## [WORK TO BE COMPLETED]
Give the data again in full, with every character unchanged.
##### SUPPLIED INFORMATION
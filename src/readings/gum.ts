import { requireFinite, requireNotNegative } from "../numeric/check.ts";

/** One input of a measurement: how much it moves the result, and how well it is known. */
export interface UncertaintyComponent {
  readonly name?: string;
  /** Change of the result per unit of the input; default 1. */
  readonly sensitivity?: number;
  /** Standard uncertainty of the input, in its own unit. */
  readonly standard: number;
  /** Default Infinity: known without doubt, as for limits from a data sheet. */
  readonly degreesOfFreedom?: number;
}

/** Correlation coefficient of two components, by their place in the list. */
export interface Correlation {
  readonly first: number;
  readonly second: number;
  readonly coefficient: number;
}

export interface CombinedUncertainty {
  /** Combined standard uncertainty of the result. */
  readonly standard: number;
  /** Welch-Satterthwaite; Infinity where no component of weight has finite degrees of freedom. */
  readonly effectiveDegreesOfFreedom: number;
}

/**
 * Combined standard uncertainty by the law of propagation, and its effective degrees of freedom.
 *
 *     u_c^2 = sum (c_i u_i)^2 + 2 sum_(i<j) c_i c_j u_i u_j r_ij,    v_eff = u_c^4/sum((c_i u_i)^4/v_i)
 *
 * Source: JCGM 100:2008, equations (10), (16) and (G.2b)
 * Valid:  a result that is nearly linear in its inputs; v_eff supposes independent inputs, so with correlations it
 *         is an approximation
 *
 * @param components    inputs of the measurement, at least one
 * @param correlations  pairs with a coefficient of -1 to 1; pairs not listed are independent
 * @throws RangeError on a negative or non-finite uncertainty, degrees of freedom of 0 or less, a bad pair, or
 *         correlations that contradict each other
 */
export function combineUncertainty(
  components: readonly UncertaintyComponent[],
  correlations: readonly Correlation[] = [],
): CombinedUncertainty {
  if (components.length === 0) throw new RangeError("components must hold at least one");
  const contributions = components.map(({ sensitivity = 1, standard, degreesOfFreedom = Infinity }, i) => {
    requireFinite(`components[${i}].sensitivity`, sensitivity);
    requireNotNegative(`components[${i}].standard`, standard);
    if (!(degreesOfFreedom > 0)) {
      throw new RangeError(`components[${i}].degreesOfFreedom must be above 0, got ${degreesOfFreedom}`);
    }
    return { signed: sensitivity * standard, degreesOfFreedom };
  });
  let variance = 0;
  let doubt = 0;
  for (const { signed, degreesOfFreedom } of contributions) {
    variance += signed ** 2;
    doubt += signed ** 4 / degreesOfFreedom;
  }
  const independent = variance;
  for (const { first, second, coefficient } of correlations) {
    const one = contributions[first];
    const other = contributions[second];
    if (one === undefined || other === undefined || first === second || !(Math.abs(coefficient) <= 1)) {
      throw new RangeError(`correlation of ${first} and ${second} by ${coefficient} cannot be`);
    }
    variance += 2 * one.signed * other.signed * coefficient;
  }
  if (variance < -1e-12 * independent) throw new RangeError("correlations contradict each other");
  variance = Math.max(0, variance);
  return {
    standard: Math.sqrt(variance),
    effectiveDegreesOfFreedom: doubt === 0 ? Infinity : variance ** 2 / doubt,
  };
}

/** Standard uncertainty of limits between which every value is as likely (JCGM 100:2008, 4.3.7). */
export function rectangular(halfWidth: number): number {
  return halfWidth / Math.sqrt(3);
}

/** Standard uncertainty of limits of a sine of unknown phase, as in mismatch (arcsine distribution, from memory). */
export function uShaped(halfWidth: number): number {
  return halfWidth / Math.SQRT2;
}

/** Standard uncertainty of a figure rounded to steps of `step` (JCGM 100:2008, F.2.2.1). */
export function resolution(step: number): number {
  return rectangular(step / 2);
}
##########
## [SOLVED PROBLEM]
filename src/readings/gum.ts
import { requireFinite, requireNotNegative } from "../numeric/check.ts";

/** One input of a measurement: how much it moves the result, and how well it is known. */
export interface UncertaintyComponent {
  readonly name?: string;
  /** Change of the result per unit of the input; default 1. */
  readonly sensitivity?: number;
  /** Standard uncertainty of the input, in its own unit. */
  readonly standard: number;
  /** Default Infinity: known without doubt, as for limits from a data sheet. */
  readonly degreesOfFreedom?: number;
}

/** Correlation coefficient of two components, by their place in the list. */
export interface Correlation {
  readonly first: number;
  readonly second: number;
  readonly coefficient: number;
}

export interface CombinedUncertainty {
  /** Combined standard uncertainty of the result. */
  readonly standard: number;
  /** Welch-Satterthwaite; Infinity where no component of weight has finite degrees of freedom. */
  readonly effectiveDegreesOfFreedom: number;
}

/**
 * Combined standard uncertainty by the law of propagation, and its effective degrees of freedom.
 *
 *     u_c^2 = sum (c_i u_i)^2 + 2 sum_(i<j) c_i c_j u_i u_j r_ij,    v_eff = u_c^4/sum((c_i u_i)^4/v_i)
 *
 * Source: JCGM 100:2008, equations (10), (16) and (G.2b)
 * Valid:  a result that is nearly linear in its inputs; v_eff supposes independent inputs, so with correlations it
 *         is an approximation
 *
 * @param components    inputs of the measurement, at least one
 * @param correlations  pairs with a coefficient of -1 to 1; pairs not listed are independent
 * @throws RangeError on a negative or non-finite uncertainty, degrees of freedom of 0 or less, a bad pair, or
 *         correlations that contradict each other
 */
export function combineUncertainty(
  components: readonly UncertaintyComponent[],
  correlations: readonly Correlation[] = [],
): CombinedUncertainty {
  if (components.length === 0) throw new RangeError("components must hold at least one");
  const contributions = components.map(({ sensitivity = 1, standard, degreesOfFreedom = Infinity }, i) => {
    requireFinite(`components[${i}].sensitivity`, sensitivity);
    requireNotNegative(`components[${i}].standard`, standard);
    if (!(degreesOfFreedom > 0)) {
      throw new RangeError(`components[${i}].degreesOfFreedom must be above 0, got ${degreesOfFreedom}`);
    }
    return { signed: sensitivity * standard, degreesOfFreedom };
  });
  let variance = 0;
  let doubt = 0;
  for (const { signed, degreesOfFreedom } of contributions) {
    variance += signed ** 2;
    doubt += signed ** 4 / degreesOfFreedom;
  }
  const independent = variance;
  for (const { first, second, coefficient } of correlations) {
    const one = contributions[first];
    const other = contributions[second];
    if (one === undefined || other === undefined || first === second || !(Math.abs(coefficient) <= 1)) {
      throw new RangeError(`correlation of ${first} and ${second} by ${coefficient} cannot be`);
    }
    variance += 2 * one.signed * other.signed * coefficient;
  }
  if (variance < -1e-12 * independent) throw new RangeError("correlations contradict each other");
  variance = Math.max(0, variance);
  return {
    standard: Math.sqrt(variance),
    effectiveDegreesOfFreedom: doubt === 0 ? Infinity : variance ** 2 / doubt,
  };
}

/** Standard uncertainty of limits between which every value is as likely (JCGM 100:2008, 4.3.7). */
export function rectangular(halfWidth: number): number {
  return halfWidth / Math.sqrt(3);
}

/** Standard uncertainty of limits of a sine of unknown phase, as in mismatch (arcsine distribution, from memory). */
export function uShaped(halfWidth: number): number {
  return halfWidth / Math.SQRT2;
}

/** Standard uncertainty of a figure rounded to steps of `step` (JCGM 100:2008, F.2.2.1). */
export function resolution(step: number): number {
  return rectangular(step / 2);
}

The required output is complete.